Instead of using mechanical force to grind the rock away, the laser utilizes rapid thermal expansion. It heats the water inside the rock instantaneously, causing the rock to essentially shatter and flake away at the microscopic level.

SPEAKER_00

Oh wow.

SPEAKER_02

Yeah. It's a process called spallation. It removed the physical wear and tear from the equation entirely.

SPEAKER_01

Okay, so we are talking about utilizing lasers to induce spallation miles underground, navigating through solid rock with pinpoint precision, which honestly brings up a glaring contradiction for me.

Laser Drilling And The Branding Gap

SPEAKER_02

What's that?

SPEAKER_01

If you are operating at deep space levels of engineering, why does the general public view this industry so poorly? Like why do they treat it like it's a dinosaur?

SPEAKER_02

Man, that disconnect was a profound source of frustration at the roundtable. The industry is facing a severe branding crisis. They feel trapped by two incredibly outdated cultural stereotypes.

SPEAKER_01

The tycoon and the roughneck.

SPEAKER_02

Exactly. On one side, the public envisions the greedy old oil tycoons sitting in a leather chair on the 75th floor. On the other side, they picture the uneducated roughneck covered in grease. Neither of those represents a modern operation driven by data scientists, mechanical engineers, and geologists.

SPEAKER_01

But I have to push back here for a second. If the industry's product is in literally everything from the plastic in our glasses to the servers running the internet, why is it the public's fault for not knowing that? Isn't this just a failure of the industry being entirely too secretive for the last 50 years?

SPEAKER_02

You know, the operators at the roundtable actually conceded that exact point.

SPEAKER_01

Oh, really?

SPEAKER_02

Yeah. They acknowledge that the industry has operated in the shadows by choice for decades, and now they are paying the price for that silence. The general public simply doesn't realize that petroleum products are the fundamental building blocks of modern life. Aaron Powell Right.

SPEAKER_01

It's not just the gasoline in a car.

SPEAKER_02

Not at all. The operators literally pointed to the plastic pellets making up the glasses they were drinking from at the table. They mentioned the soccer mom driving a minivan. The safety airbags protecting her kids rely entirely on petroleum derivatives.

SPEAKER_01

Aaron Powell And the tech stuff too, right?

SPEAKER_02

Yeah. Even the tech sector, which is often viewed as this pristine, clean industry, relies on petroleum for the physical components in internet servers and the insulation on fiber optic wires.

SPEAKER_01

So there is a massive educational void. But according to the roundtable, what happens when global energy policy is dictated by that educational void rather than actual engineering realities?

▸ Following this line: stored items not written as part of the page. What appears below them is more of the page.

def _solve_network(net: _Network, kept: list[str], drain_current: float) -> dict[str, float]:
    """The voltages of the `kept` nodes (a subsequence of net.nodes) with the device drawing ID."""
    if not kept:
        return {}
    if len(kept) == len(net.nodes):  # all of them: the arrays as they are
        solution = _solve_on(net, net.injection + drain_current * net.device)
    else:
        idx = [net.index[n] for n in kept]
        solution = _solve_on(net, net.injection[idx] + drain_current * net.device[idx], idx)
    return dict(zip(kept, solution.tolist(), strict=True))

Energy Policy Meets Grid Reality

SPEAKER_02

Aaron Powell The operators argued that we are seeing rapid, highly problematic shifts in energy grids based on public sentiment rather than baseload reliability. They pointed to real-world examples to illustrate the danger. Trevor Burrus, Jr.

SPEAKER_01

Like what happened over in Europe.

SPEAKER_02

Yes. A prominent anecdote discussed was the situation in parts of Europe where university students in first world nations have recently had to sit in freezing classrooms wearing heavy overcoats.

SPEAKER_01

Wow. So from the perspective of the operators in that room, the policy essentially outpaced the physics of the grid. It left those populations vulnerable when renewable sources experience downtime.

SPEAKER_02

That was definitely the consensus of the room. And to challenge the conventional environmental narrative even further, a participant brought up a surprising historical data point regarding deforestation.

SPEAKER_01

Okay, I'm curious.

SPEAKER_02

If you look at regions like the United Kingdom and France today, they actually have more forest cover now than they did before the Roman Empire.

SPEAKER_01

Wait, having more trees now than 2,000 years ago seems totally counterintuitive. How does the math work on that?

SPEAKER_02

It all comes down to energy density. For centuries, growing human populations were clear-cutting forests simply to burn wood for heat and basic industry.

SPEAKER_01

Right, because wood doesn't give us that much heat.

SPEAKER_02

Exactly. Wood has a very low energy density, meaning you have to burn a massive volume of it to get the energy you need. It was the discovery and mass adoption of highly dense alternative fuels, first coal, then oil and natural gas, that allowed humanity to stop burning the forests.

SPEAKER_01

That makes a lot of sense.

SPEAKER_02

The high density energy of fossil fuels actually gave modern forests the breathing room to regrow.

SPEAKER_01

But is it really just an education problem or is it an emotional one? Because throwing historical facts about Roman forests and energy density equations at angry people rarely works in marketing. You cannot logic someone out of a position they arrived at emotionally.

SPEAKER_02

The self-awareness in the room reflected that reality. They know that trying to win a public relations battle with thermodynamics is a losing strategy.

SPEAKER_01

Yeah. People make decisions based on how they feel.

SPEAKER_02

Right. The industry recognizes the need to stop marketing defensively and start telling a story that connects emotionally with consumers, connected to people's daily prosperity.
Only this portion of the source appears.